In a historic milestone for sickle cell disease (SCD) treatment in England, the National Institute for Health and Care Excellence (NICE) has approved the use of CRISPR gene-editing therapy on the National Health Service (NHS). This decision marks a significant advancement for patients with severe complications of the disease.
NICE Reverses Earlier Rejection and Approves Exa-cel for NHS Use
NICE had initially rejected the gene-editing therapy exagamglogene autotemcel (exa-cel) in March 2023, primarily due to cost concerns. However, after further evaluation, the agency has now granted NHS access, having previously approved it for treating beta thalassemia.
The UK’s medicines regulator had already approved exa-cel in November 2023, though its high cost of £1.6 million (€1.9 million) per treatment remained a challenge for widespread adoption.
Sickle cell disease is a genetic blood disorder that alters the shape and function of red blood cells, causing chronic pain, anemia, infections, and severe health complications. The condition is most common in individuals of African, Caribbean, Middle Eastern, and South Asian descent.
Treatment options have been limited and often come with serious side effects, according to NICE. Now, with this approval, CRISPR therapy will be available to patients aged 12 and older who suffer from severe complications and qualify for a stem cell transplant but do not have a matching donor.
Hope for Patients as Gene Therapy Reshapes Treatment Landscape
Patient advocate Funmi Dasaolu, who lives with sickle cell disease and contributed to NICE’s assessment, described the approval as a transformative moment.

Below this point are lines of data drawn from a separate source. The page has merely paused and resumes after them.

def write_refit_info(refit_dir: str | os.PathLike, refit_of: str, held_out, fold: int | None = None,
                     **fields) -> str:
    """Write the ``run.json`` of a refit folder atomically; returns its path.

    Marks ``refit_dir`` as a refit of run ``refit_of`` that was fitted without the observations
    ``held_out`` (1-based, distinct; the refit's chains write log p(y_i | theta) of exactly these, in
    this order, as their log-likelihood columns), as fold ``fold`` of a K-fold plan when given.
    ``fields`` are the ordinary run.json fields of :func:`write_run_info` except ``dataset`` (a refit
    is scored with the run it belongs to, never compared on its own). Raises ValueError.
    """
    from chainvigil.refits import validate_refit_info

    if "dataset" in fields:
        raise ValueError("a refit has no 'dataset' of its own: it is scored with the run it refits")
    unknown = sorted(set(fields) - set(_RUN_INFO_FIELDS))
    if unknown:
        raise ValueError(f"unknown run.json fields {unknown}; known: {list(_RUN_INFO_FIELDS)}")
    held = [int(i) if isinstance(i, np.integer) else i for i in (held_out if not isinstance(held_out, str) else [held_out])]
    if isinstance(fold, np.integer):
        fold = int(fold)
    refit = validate_refit_info({"refit_of": refit_of, "held_out": held,
                                 **({"fold": fold} if fold is not None else {})})
    if "observation_labels" in fields and not isinstance(fields["observation_labels"], str):
        fields["observation_labels"] = list(fields["observation_labels"])
    if isinstance(fields.get("n_params"), np.integer):
        fields["n_params"] = int(fields["n_params"])
    if isinstance(fields.get("point_loglik"), np.floating):
        fields["point_loglik"] = float(fields["point_loglik"])
    info = validate_run_info(fields)
    labels = info.get("observation_labels")
    if labels is not None and len(labels) != len(held):
        raise ValueError(f"{len(labels)} observation labels for {len(held)} held-out observations")
    info = {**{k: v for k, v in refit.items() if v is not None}, **info}
    return write_json_atomic(refit_dir, RUN_INFO_NAME, info)
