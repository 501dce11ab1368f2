"""Long runs through the real service: the joint-MCSE pass off the loop, checkpoints and restarts,
the history's size (geometric thinning), the liveness row.

Real parts only: real zarr stores and SQLite files in tmp_path, the real ``Service`` and
``ChainWriter``; the slow pass is made slow by the service's ``pass_delay`` knob, not by a mock."""

from __future__ import annotations

import os
import sqlite3
import sys
import threading
import time

import numpy as np
import pytest

from _ar1_model import ar1_normal_loglik
from chainvigil.longrun import RunScorer, checkpoint_path, load_checkpoint, save_checkpoint
from chainvigil.service import Service
from chainvigil.storage.history import History
from chainvigil.writer import ChainWriter

N = 30


def loglik(rng, draws, n=N):
    """y_i ~ N(mu, 1) at AR(1) draws of mu (autocorrelated, so r_eff < 1)."""
    return ar1_normal_loglik(rng, draws, n)


def grow(run_dir, rng, chains=("a", "b", "c"), draws=40):
    for c in chains:
        with ChainWriter(run_dir, c, param_names=("mu",)) as w:
            w.append(*loglik(rng, draws))



@pytest.mark.slow
def test_snapshots_go_on_while_a_slow_joint_pass_runs(root):
    rng = np.random.default_rng(1)
    run = root / "r"
    grow(run, rng)
    svc = Service(root, every=0.0, pass_delay=4.0, checkpoint_every=0)
    try:
        svc.cycle(force=True)
        assert svc.passes.worker.busy("r")  # the first pass was started with the first snapshot ...
        t0 = time.time()
        for _ in range(3):  # ... and the loop does not wait for it
            grow(run, rng)
            svc.cycle()
        assert svc.passes.worker.busy("r") and time.time() - t0 < 4.0
        snaps = svc.history.snapshots(run="r")
        assert len(snaps) == 4 and [s["draws_per_chain"] for s in snaps] == [40, 80, 120, 160]
        assert all(s["r_eff_source"] == "streaming" and s["joint_pass"] is None for s in snaps)
        assert svc.passes.worker.wait(30)
        grow(run, rng)
        svc.cycle()
        last = svc.history.latest_snapshot("r")
        # the finished pass (over the first 40 draws per chain) gives its joint/independent ratio
        assert last["joint_pass"] == 40 and last["draws_per_chain"] == 200
    finally:
        svc.finish()


def test_restart_from_checkpoint_equals_restreamed_scorer(root, tmp_path):
    rng = np.random.default_rng(2)
    run = root / "r"
    grow(run, rng, draws=300)
    svc = Service(root, every=0.0, checkpoint_every=0)
    svc.cycle(force=True)
    path = checkpoint_path(svc.state_dir, "r")
    assert path.is_file()
    svc.close()
    grow(run, rng, draws=100)  # draws committed after the checkpoint are streamed from the store ...
    svc = Service(root, every=0.0, checkpoint_every=1e9)
    svc.cycle(force=True)
    from_ckpt = svc.runs["r"].scorer
    assert from_ckpt.draws == 1200
    svc.close()
    path.unlink()  # ... and without any checkpoint every draw is re-streamed
    svc = Service(root, every=0.0, checkpoint_every=1e9)
    restreamed = svc.runs["r"].scorer
    assert restreamed.draws == 1200
    r1, r2 = from_ckpt.r_eff(), restreamed.r_eff()
    np.testing.assert_allclose(r1, r2, rtol=1e-9)
    from_ckpt.tail_lag = restreamed.tail_lag = 0.0  # the same draws: exact tails on both sides
    a, b = from_ckpt.scores(r1).to_dict(), restreamed.scores(r2).to_dict()
    for key in ("elpd", "se", "p_eff", "mcse"):
        assert a["loo"][key] == pytest.approx(b["loo"][key], rel=1e-9)
        if key != "mcse":
            assert a["waic"][key] == pytest.approx(b["waic"][key], rel=1e-9)
    np.testing.assert_allclose(a["pareto_k"]["values"], b["pareto_k"]["values"], rtol=1e-9)
    svc.close()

“The approval of exa-cel marks a new era in sickle cell treatment in the UK,” she said. “It is a step toward correcting long-standing inequalities in care and provides much-needed hope for patients.”
CRISPR Technology: A Game-Changer with Ongoing Challenges
The CRISPR/Cas9 gene-editing tool, which powers exa-cel, was developed by Emmanuelle Charpentier and Jennifer A. Doudna, earning them the 2020 Nobel Prize in Chemistry.
Exa-cel, also known as Casgevy, works by extracting a patient’s blood stem cells, genetically modifying them in a lab using CRISPR, and reinfusing them into the body to correct the genetic defect responsible for SCD.
Despite the breakthrough, some uncertainties remain. Professor Felicity Gavins, a pharmacologist at Brunel University London, praised the approval but cautioned that exa-cel is not a universal cure for all patients.
“Continued investment in research is essential to develop additional therapies for a wider range of sickle cell patients and to address remaining challenges in care,” she said.
To assess long-term safety and effectiveness, NICE will monitor patient outcomes and conduct a future reassessment of the therapy as more real-world scientific data becomes available.